> _Problem requirements_: Every line of the entries below from the one containing "module docstring). Between" to the one containing "if len(co) == 1", both ends included, must be written out exactly. No other line belongs in the answer.

> _Dataset excerpts_:
// plateMesh is the turntable plate: a disc of radius r, top face at
// z = 0, th thick, dark rubber with concentric grooves, a tick every
// 10° near the rim and a white start mark at angle 0, so that its
// texture shows the turn.
func plateMesh(r, th float64, seed uint64) *mesh.Mesh {
	const segs = 360
	rings := int(math.Ceil(r / 0.004))
	m := &mesh.Mesh{}
	top := func(p r3.Vec) mesh.RGB {
		rr := math.Hypot(p.X, p.Y)
		a := math.Atan2(p.Y, p.X) * 180 / math.Pi
		if a < 0 {
			a += 360
		}
		v := 40 + 6*valueNoise(p.X, p.Y, 0.01, seed)
		switch {
		case rr > 0.70*r && (a < 1.5 || a > 358.5):
			v = 225 // start mark
		case rr > 0.88*r && math.Abs(a-10*math.Round(a/10)) < 0.6:
			v = 150 // ticks
		case math.Abs(rr-0.3*r) < 0.002 || math.Abs(rr-0.6*r) < 0.002:
			v = 70 // grooves
		}
		return mesh.RGB{R: clamp8(v), G: clamp8(v), B: clamp8(v + 3)}
	}
	// Top: centre vertex, then rings.
	m.Vertices = append(m.Vertices, r3.Vec{})
	m.Colors = append(m.Colors, top(r3.Vec{}))
	for k := 1; k <= rings; k++ {
		rr := r * float64(k) / float64(rings)
		for s := 0; s < segs; s++ {
			a := 2 * math.Pi * float64(s) / segs
			p := r3.Vec{X: rr * math.Cos(a), Y: rr * math.Sin(a)}
			m.Vertices = append(m.Vertices, p)
			m.Colors = append(m.Colors, top(p))
		}
	}
	ring := func(k, s int) uint32 { return uint32(1 + (k-1)*segs + (s % segs)) }
	for s := 0; s < segs; s++ {
		m.Faces = append(m.Faces, mesh.Face{0, ring(1, s), ring(1, s+1)})
	}
	for k := 1; k < rings; k++ {
		for s := 0; s < segs; s++ {
			a, b, c, d := ring(k, s), ring(k+1, s), ring(k+1, s+1), ring(k, s+1)
			m.Faces = append(m.Faces, mesh.Face{a, b, c}, mesh.Face{a, c, d})
		}
	}
	// Rim: a band from z = 0 down to −th, dark.
	side := mesh.RGB{R: 30, G: 30, B: 33}
	b0 := len(m.Vertices)
	for s := 0; s < segs; s++ {
		a := 2 * math.Pi * float64(s) / segs
		for _, z := range []float64{0, -th} {
			m.Vertices = append(m.Vertices, r3.Vec{X: r * math.Cos(a), Y: r * math.Sin(a), Z: z})
			m.Colors = append(m.Colors, side)
		}
	}
	for s := 0; s < segs; s++ {
		u0, l0 := uint32(b0+2*s), uint32(b0+2*s+1)
		u1, l1 := uint32(b0+2*((s+1)%segs)), uint32(b0+2*((s+1)%segs)+1)
		m.Faces = append(m.Faces, mesh.Face{l0, l1, u1}, mesh.Face{l0, u1, u0})
	}
	return m
}
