def test_a_column_of_weights_scores_each_row_as_virtual_evidence():
    model = _report_model()
    w1 = {"high": 0.1, "normal": 0.2, "low": 0.7}
    rows = pd.DataFrame({"reading": [w1, "low", None, pd.Series({"high": 3, "normal": 1,
                                                                   "low": 0}),
                                     {"high": 0, "normal": 0, "low": 1}],
                         "hiss": ["heard", None, "not heard", "heard", None]},
                        index=[f"check-{i}" for i in range(5)])
    got = score_rows(model, rows)
    for i, (r, h) in enumerate(zip(rows["reading"], rows["hiss"], strict=True)):
        case = model.copy()
        if isinstance(r, str):
            case.observe("reading", r)
        elif r is not None:
            case.observe("reading", likelihood=dict(r))
        if isinstance(h, str):
            case.observe("hiss", h)
        led = case.update()
        np.testing.assert_allclose(got.iloc[i, :3].to_numpy(dtype=float), led.posterior_values,
                                   rtol=1e-12)
        assert got.iloc[i]["log_evidence"] == pytest.approx(led.log_evidence, rel=1e-12)
    assert got["n_observed"].tolist() == [2, 1, 1, 2, 1]
    # weights {low: 1, others: 0} equal the label 'low'
    np.testing.assert_allclose(got.iloc[4, :3].to_numpy(dtype=float),
                               got.iloc[1, :3].to_numpy(dtype=float), rtol=1e-15)


def test_weights_frames_in_wide_form_equal_the_dict_column():
    model = _report_model()
    wide = pd.DataFrame({"high": [0.1, np.nan, 3.0], "normal": [0.2, np.nan, 1.0],
                         "low": [0.7, np.nan, 0.0]}, index=["a", "b", "c"])
    rows = pd.DataFrame({"hiss": ["heard", "not heard", None]}, index=wide.index)
    got = score_rows(model, rows, weights={"reading": wide})
    as_dicts = rows.assign(reading=[{"high": 0.1, "normal": 0.2, "low": 0.7}, None,
                                    {"high": 3.0, "normal": 1.0, "low": 0.0}])
    pd.testing.assert_frame_equal(got, score_rows(model, as_dicts), rtol=1e-13)
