def _cell_response(old_nb: dict[str, Any] | None, new_nb: dict[str, Any] | None,
                   n: int) -> str:
    from .canonical import cell_content

    if old_nb is None or new_nb is None:
        return "cannot tell: compare two sealed records to follow a cell"
    cells = old_nb.get("cells") or []
    if not 1 <= n <= len(cells):
        return f"cell {n} is not in the old record"
    cid = cells[n - 1].get("id")
    match = [i for i, c in enumerate(new_nb.get("cells") or []) if c.get("id") == cid]
    if not match:
        return f"cell {n} (id {cid!r}) is no longer in the notebook"
    other = new_nb["cells"][match[0]]
    if cell_content(other) == cell_content(cells[n - 1]):
        return f"unchanged: cell {n} is the same in the new version (now cell {match[0] + 1})"
    old_src = "".join(cells[n - 1].get("source") or "")
    new_src = "".join(other.get("source") or "")
    what = "its source" if old_src != new_src else "its outputs"
    return f"changed: {what} (cell {n}, now cell {match[0] + 1})"


def responses(old: str | Path, new: str | Path, changes: list[Change],
              new_cases: list[Any]) -> list[Response]:
    """Each review comment of the record ``old`` with the reply and changes in ``new``."""
    from ..errors import RecordError as _RE
    from .nbio import read_record

    try:
        old_nb, meta = read_record(old)
    except _RE:
        return []  # not a record (a case file or a plain notebook): no comments to follow
    try:
        new_nb, _ = read_record(new)
    except _RE:
        new_nb = None
    replies: dict[str, Any] = {}
    by_title = {c.title: c for c in new_cases}
    out = []
    for s in meta.get("signoffs") or []:
        if not isinstance(s, dict):
            continue
        for c in s.get("comments") or []:
            case = by_title.get(c["target"].get("case")) or (new_cases[0] if len(new_cases) == 1
                                                              else None)
            replies = case.replies if case is not None else {}
            t = c["target"]
            if t.get("kind") == "cell":
                out.append(Response(c, str(s.get("reviewer")), str(s.get("decision")),
                                    replies.get(c["id"]), [],
                                    _cell_response(old_nb, new_nb, t["cell"])))
            else:
                out.append(Response(c, str(s.get("reviewer")), str(s.get("decision")),
                                    replies.get(c["id"]),
                                    [ch for ch in changes if _concerns(ch, t)]))
    return out


def diff(old: str | Path, new: str | Path) -> CaseDiff:
    """Compare two records, notebooks or case files (see the module docstring). Between
    two records, each review comment of the old one is followed into the new one."""
    co, cn = load_cases(old), load_cases(new)
    result = CaseDiff(Path(old).name, Path(new).name)
    if len(co) == 1 and len(cn) == 1:
        result.changes = diff_cases(co[0], cn[0])
        result.responses = responses(old, new, result.changes, cn)
        return result
    by_new = {c.title: c for c in cn}
    by_old = {c.title: c for c in co}
    for c in co:
        if c.title in by_new:
            result.changes += diff_cases(c, by_new[c.title], label=c.title)
        else:
            result.changes.append(Change("case", "removed", f"case '{c.title}'"))
    for c in cn:
        if c.title not in by_old:
            result.changes.append(Change("case", "added", f"case '{c.title}'"))
    result.responses = responses(old, new, result.changes, cn)
    return result


__all__ = ["diff", "diff_cases", "load_cases", "load_record", "CaseDiff", "Change", "Response",
           "responses",
           "POSTERIOR_TOL"]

> _Reply to the task_:
    """Compare two records, notebooks or case files (see the module docstring). Between
    two records, each review comment of the old one is followed into the new one."""
    co, cn = load_cases(old), load_cases(new)
    result = CaseDiff(Path(old).name, Path(new).name)
    if len(co) == 1 and len(cn) == 1:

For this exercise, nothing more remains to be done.